22. The method as claimed in claim 21, further includes generating latent encodings for the received platform interaction data of the sustained abnormal users for mapping to latent space associated with the determined one or more conditions by employing a Conditional Variational Auto-Encoder with Latent Self-Organizing Map.

23. The method as claimed in claim 22, wherein the Self-Organizing Map based topology is learnt over the entire conditional latent space, the Conditional Variational Auto-Encoder encodes platform interaction data to latent encodings, which are allocated to cluster-centroid embeddings of the conditional latent space such that, SOM like neighbourhood properties are enforced on the latent space of the encoder which ensures to retain topological neighbourhood properties between data points in the adjacent time periods enabling interpretability of the predictions.

24. The method as claimed in claim 22, wherein predicting trajectory of the each user includes generating predictions for subsequent time steps within the mapped latent space by employing a Long short-term memory network with an Attention Layer.

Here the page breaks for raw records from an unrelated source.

import type { QueryClient, QueryKey } from "@tanstack/react-query";
import type { Club } from "../../../shared/schemas/club.ts";
import { clubsQuery, lineUpQuery } from "../club-queries.ts";
import type { Phone } from "../logbook/phone.ts";
import { clubsOnTestDay, endTestDay, keepShared } from "../test-day.ts";

interface Rechecking {
  client: QueryClient;
  phone: Phone;
  /** False once another account has signed in: what is answered is then for that one. */
  isCurrent: () => boolean;
}

/** Whether this account may still see what was said under this key. */
function maySee([, clubId, what]: QueryKey, clubs: readonly Club[]): boolean {
  if (clubId === undefined || clubId === "shares") return true;
  const club = clubs.find(({ id }) => id === clubId);
  if (what === "line-up") return club?.mechanic === true;
  if (what === "invites") return club?.organiser === true;
  return club !== undefined;
}

const clubsOnBoard = (client: QueryClient): string[] =>
  client
    .getQueryCache()
    .findAll({ queryKey: ["clubs"] })
    .flatMap(({ queryKey: [, clubId, what] }) => (what === "line-up" ? [String(clubId)] : []));

/** The board anew, and the test day without whatever is on it no more. */
async function recheckLineUp({ client, phone, isCurrent }: Rechecking, clubId: string) {
  const { bikes } = await client.fetchQuery({ ...lineUpQuery(clubId), retry: false });
  if (isCurrent()) await keepShared(phone, clubId, new Set(bikes.map(({ bikeId }) => bikeId)));
}

/**
 * Asks the server again for the clubs and their boards, whether a screen shows them or not, and
 * drops what this account may see no more. What was typed and not saved stays among the drafts.
 */
export async function forgetWithdrawn(rechecking: Rechecking): Promise<void> {
  const { client, phone, isCurrent } = rechecking;
  const clubs = await client.fetchQuery({ ...clubsQuery, retry: false });
  if (!isCurrent()) return;
  client.removeQueries({
    queryKey: ["clubs"],
    predicate: ({ queryKey }) => !maySee(queryKey, clubs),
  });
  for (const clubId of new Set([...clubsOnBoard(client), ...(await clubsOnTestDay(phone))])) {
    if (!isCurrent()) return;
    if (maySee(lineUpQuery(clubId).queryKey, clubs)) await recheckLineUp(rechecking, clubId);
    else await endTestDay(clubId);
  }
}
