#include "market/curve.h"

#include <algorithm>
#include <cmath>

namespace duskgrid::market {

Result<ZeroCurve> ZeroCurve::make(std::vector<ZeroPoint> points) {
  const auto fail = [](const char* what) { return Failure{Fault::configuration, "rates", what}; };
  if (points.empty()) return fail("a curve needs at least one point");
  std::sort(points.begin(), points.end(), [](const ZeroPoint& a, const ZeroPoint& b) {
    return a.year_fraction < b.year_fraction;
  });
  for (std::size_t i = 0; i < points.size(); ++i) {
    if (!(points[i].year_fraction > 0)) return fail("a point is not after the as-of");
    if (!(std::abs(points[i].rate) <= 1))
      return fail("a rate is beyond 100 % (rates are decimals: 0.03 is 3 %)");
    if (i > 0 && points[i].year_fraction == points[i - 1].year_fraction)
      return fail("two points at one time");
  }
  return ZeroCurve(std::move(points));
}

double ZeroCurve::rate(double t) const {
  const auto next =
      std::lower_bound(points_.begin(), points_.end(), t,
                       [](const ZeroPoint& p, double v) { return p.year_fraction < v; });
  if (next == points_.begin()) return next->rate;
  if (next == points_.end()) return points_.back().rate;
  const auto previous = next - 1;
  const double weight =
      (t - previous->year_fraction) / (next->year_fraction - previous->year_fraction);
  return previous->rate + weight * (next->rate - previous->rate);
}

double ZeroCurve::discount_factor(double t) const { return std::exp(-rate(t) * t); }

}  // namespace duskgrid::market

25. The method as claimed in claim 24, wherein the users with a high number of time steps indicative of increasing abnormality within the mapped latent space are identified as extremely abnormal users.

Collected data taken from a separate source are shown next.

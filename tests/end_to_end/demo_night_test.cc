// The invented night in data/, as a user would run it.
#include <gtest/gtest.h>

#include <nlohmann/json.hpp>
#include <set>

#include "end_to_end/program.h"
#include "publish/digest.h"
#include "publish/text.h"

namespace duskgrid::end_to_end {
namespace {

const fs::path kNight = fs::path(DUSKGRID_SOURCE_DIR) / "data/demo_night";

class DemoNight : public testing::Test {
 protected:
  static void SetUpTestSuite() {
    scratch_ = new Scratch;
    ran_ = new Ran(duskgrid({"build", (kNight / "night.toml").string(), "--out",
                             (*scratch_ / "out").string(), "--threads", "1"}));
  }
  static void TearDownTestSuite() {
    delete scratch_;
    delete ran_;
  }
  static fs::path folder() { return *scratch_ / "out" / "2031-03-14"; }
  static nlohmann::json account() { return nlohmann::json::parse(slurp(folder() / "run.json")); }

  static Scratch* scratch_;
  static Ran* ran_;
};
Scratch* DemoNight::scratch_ = nullptr;
Ran* DemoNight::ran_ = nullptr;

TEST_F(DemoNight, OneNameThatCannotBeMarkedGivesStatusFourAndTheOthersArePublished) {
  EXPECT_EQ(ran_->status, 4) << ran_->err;
  EXPECT_EQ(ran_->out, folder().string() + "\n");
  const auto underlyings = account().at("underlyings");
  EXPECT_EQ(underlyings.at("FOGHRN").at("status"), "refused");
  int published = 0;
  for (const auto& u : underlyings) published += u.at("status") != "refused";
  EXPECT_EQ(published, 11);
}

TEST_F(DemoNight, EveryPlantedFaultEndsWhereItWasMeantTo) {
  std::map<std::pair<std::string, std::string>, std::set<std::string>> reasons;
  for (const auto& row : read_table(folder() / "ledger.csv"))
    reasons[{fs::path(row.at("file")).filename(), row.at("line")}].insert(row.at("reason"));
  std::set<std::string> broken;  // underlying, date and strike of every leg's slice
  for (const auto& row : read_table(folder() / "violations.csv"))
    for (const char* strike : {"strike_1", "strike_2", "strike_3"})
      if (!row.at(strike).empty())
        broken.insert(row.at("underlying") + row.at("expiry").substr(0, 10) +
                      std::to_string(std::stod(row.at(strike))));
  const auto planted = read_table(kNight / "planted.tsv", '\t');
  ASSERT_GT(planted.size(), 50u);
  for (const auto& fault : planted) {
    const std::string where = fault.at("file") + " line " + fault.at("line");
    const bool found =
        fault.at("expected") == "violation"
            ? broken.count(fault.at("underlying") + fault.at("expiry") +
                           std::to_string(std::stod(fault.at("strike")))) > 0
            : reasons[{fault.at("file"), fault.at("line")}].count(fault.at("expected")) > 0;
    EXPECT_TRUE(found) << where << " is not " << fault.at("expected");
  }
}

TEST_F(DemoNight, EveryContractReadIsInTheLedgerOnce) {
  const auto run = account();
  std::map<std::string, std::int64_t> states, words;
  for (const auto& row : read_table(folder() / "ledger.csv")) {
    ++states[row.at("state")];
    if (!row.at("reason").empty()) ++words[row.at("reason")];
  }
  const auto& rows = run.at("rows");
  std::int64_t total = 0;
  for (const char* state : {"used", "spare", "dropped"}) {
    EXPECT_EQ(states[state], rows.at(state).get<std::int64_t>());
    total += states[state];
  }
  EXPECT_EQ(total, rows.at("read").get<std::int64_t>());
  for (const auto& [word, count] : run.at("reasons").items())
    EXPECT_EQ(words[word], count.get<std::int64_t>()) << word;
}

TEST_F(DemoNight, TheManifestNamesEveryFileWithItsSum) {
  std::set<std::string> listed;
  const auto run = account();
  for (const auto& output : run.at("outputs")) {
    const std::string file = output.at("file");
    listed.insert(file);
    EXPECT_EQ(publish::digest_file((folder() / file).string())->sha256, output.at("sha256"));
  }
  for (const auto& entry : fs::recursive_directory_iterator(folder())) {
    const auto name = fs::relative(entry.path(), folder()).string();
    if (entry.is_regular_file() && name != "run.json" && name != "timings.json") {
      EXPECT_TRUE(listed.count(name)) << name;
    }
  }
  for (const auto& input : run.at("inputs"))
    EXPECT_EQ(publish::digest_file(input.at("file"))->sha256, input.at("sha256"));
}

TEST_F(DemoNight, TwoThreadsGiveTheSameBytes) {
  const Scratch other;
  duskgrid({"build", (kNight / "night.toml").string(), "--out", (other / "out").string(),
            "--threads", "2"});
  for (const auto& entry : fs::recursive_directory_iterator(folder())) {
    const auto name = fs::relative(entry.path(), folder());
    if (entry.is_regular_file() && name != "timings.json") {
      EXPECT_EQ(slurp(entry.path()), slurp(other / "out" / "2031-03-14" / name)) << name;
    }
  }
}

TEST_F(DemoNight, TheGridHasEveryUnderlyingAtTheForwardAndNoCellThatIsNotANumber) {
  std::set<std::string> at_the_forward;
  const auto rows = read_table(folder() / "grid.csv");
  for (const auto& row : rows) {
    const double vol = std::stod(row.at("vol"));
    EXPECT_GT(vol, 0);
    EXPECT_LT(vol, 5);
    if (row.at("strike") == row.at("forward"))
      at_the_forward.insert(row.at("underlying") + row.at("expiry"));
    for (const auto& [column, cell] : row) {
      EXPECT_EQ(cell.find("nan"), std::string::npos) << column;
      EXPECT_EQ(cell.find("inf"), std::string::npos) << column;
    }
  }
  std::set<std::string> times;
  for (const auto& row : rows) times.insert(row.at("underlying") + row.at("expiry"));
  EXPECT_EQ(at_the_forward, times);
}

TEST_F(DemoNight, ItsOwnGridAndSurfacesPassTheCheck) {
  // Volatilities are printed to round trip: what remains is the rounding of prices.
  EXPECT_EQ(duskgrid({"check", (folder() / "grid.csv").string()}).status, 0);
  std::vector<std::string> arguments{"check"};
  for (const auto& entry : fs::directory_iterator(folder() / "surfaces"))
    arguments.push_back(entry.path().string());
  EXPECT_EQ(arguments.size(), 12u);
  EXPECT_EQ(duskgrid(arguments).status, 0);
}

TEST_F(DemoNight, RemadeFromItsSeedItIsTheSame) {
  const Scratch remade;
  ASSERT_EQ(run(DUSKGRID_MAKE_NIGHT, {"--out", (remade / "night").string()}).status, 0);
  std::size_t files = 0;
  for (const auto& entry : fs::directory_iterator(kNight)) {
    const auto name = entry.path().filename();
    ++files;
    // Another version of a compressor may pack the same text into other bytes.
    const bool packed = name.extension() == ".gz" || name.extension() == ".zst";
    EXPECT_TRUE(fs::exists(remade / "night" / name)) << name;
    if (!packed) {
      EXPECT_EQ(slurp(entry.path()), slurp(remade / "night" / name)) << name;
    }
  }
  EXPECT_GE(files, 8u);
}

TEST_F(DemoNight, TheLinesShownInTheReadmeAreThoseOfTheNight) {
  const std::string grid = slurp(folder() / "grid.csv"), ledger = slurp(folder() / "ledger.csv");
  std::ifstream readme(fs::path(DUSKGRID_SOURCE_DIR) / "README.md");
  int shown = 0;
  for (std::string line; std::getline(readme, line);) {
    if (line.rfind("2031-03-14T16:00:00-05:00,", 0) == 0) {
      EXPECT_NE(grid.find(line + "\n"), std::string::npos) << line;
      ++shown;
    }
    // The file is named as it was on the command line: the rest of the line is compared.
    if (line.rfind("data/demo_night/", 0) == 0) {
      EXPECT_NE(ledger.find(line.substr(line.find(',')) + "\n"), std::string::npos) << line;
      ++shown;
    }
  }
  EXPECT_EQ(shown, 4);
}

TEST_F(DemoNight, MissIsZeroJustInsideTheSpread) {
  for (const auto& row : read_table(folder() / "ledger.csv")) {
    if (row.at("state") != "used") continue;
    const double bid = std::stod(row.at("vol_bid")), ask = std::stod(row.at("vol_ask"));
    EXPECT_LE(bid, ask);
    const double fit = std::stod(row.at("vol_fit")), miss = std::stod(row.at("miss"));
    EXPECT_EQ(miss == 0, bid <= fit && fit <= ask);
    EXPECT_EQ(miss > 0, fit > ask);
    EXPECT_EQ(miss < 0, fit < bid);
  }
}

}  // namespace
}  // namespace duskgrid::end_to_end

26. The method as claimed in claim 24, wherein the Attention Layer is configured to identify one or more dominant time-steps in the predicted trajectory that lead to the predicted time-steps.

27. The method as claimed in claim 26, further comprises identifying platform activity features which have temporal relationship in explaining the predicted trajectory by employing a SHAP (SHapley Additive explanations) based model on the identified one or more dominant time-steps.

28. The method as claimed in claim 15, further includes:

communicating information related to abnormality assessment with the identified extremely abnormal users based on the predicted trajectories; and

estimating a level of intervention required based on the information communicated with the extremely abnormal users for determining the actions to be taken for preventing abnormal activities of the identified extremely abnormal users.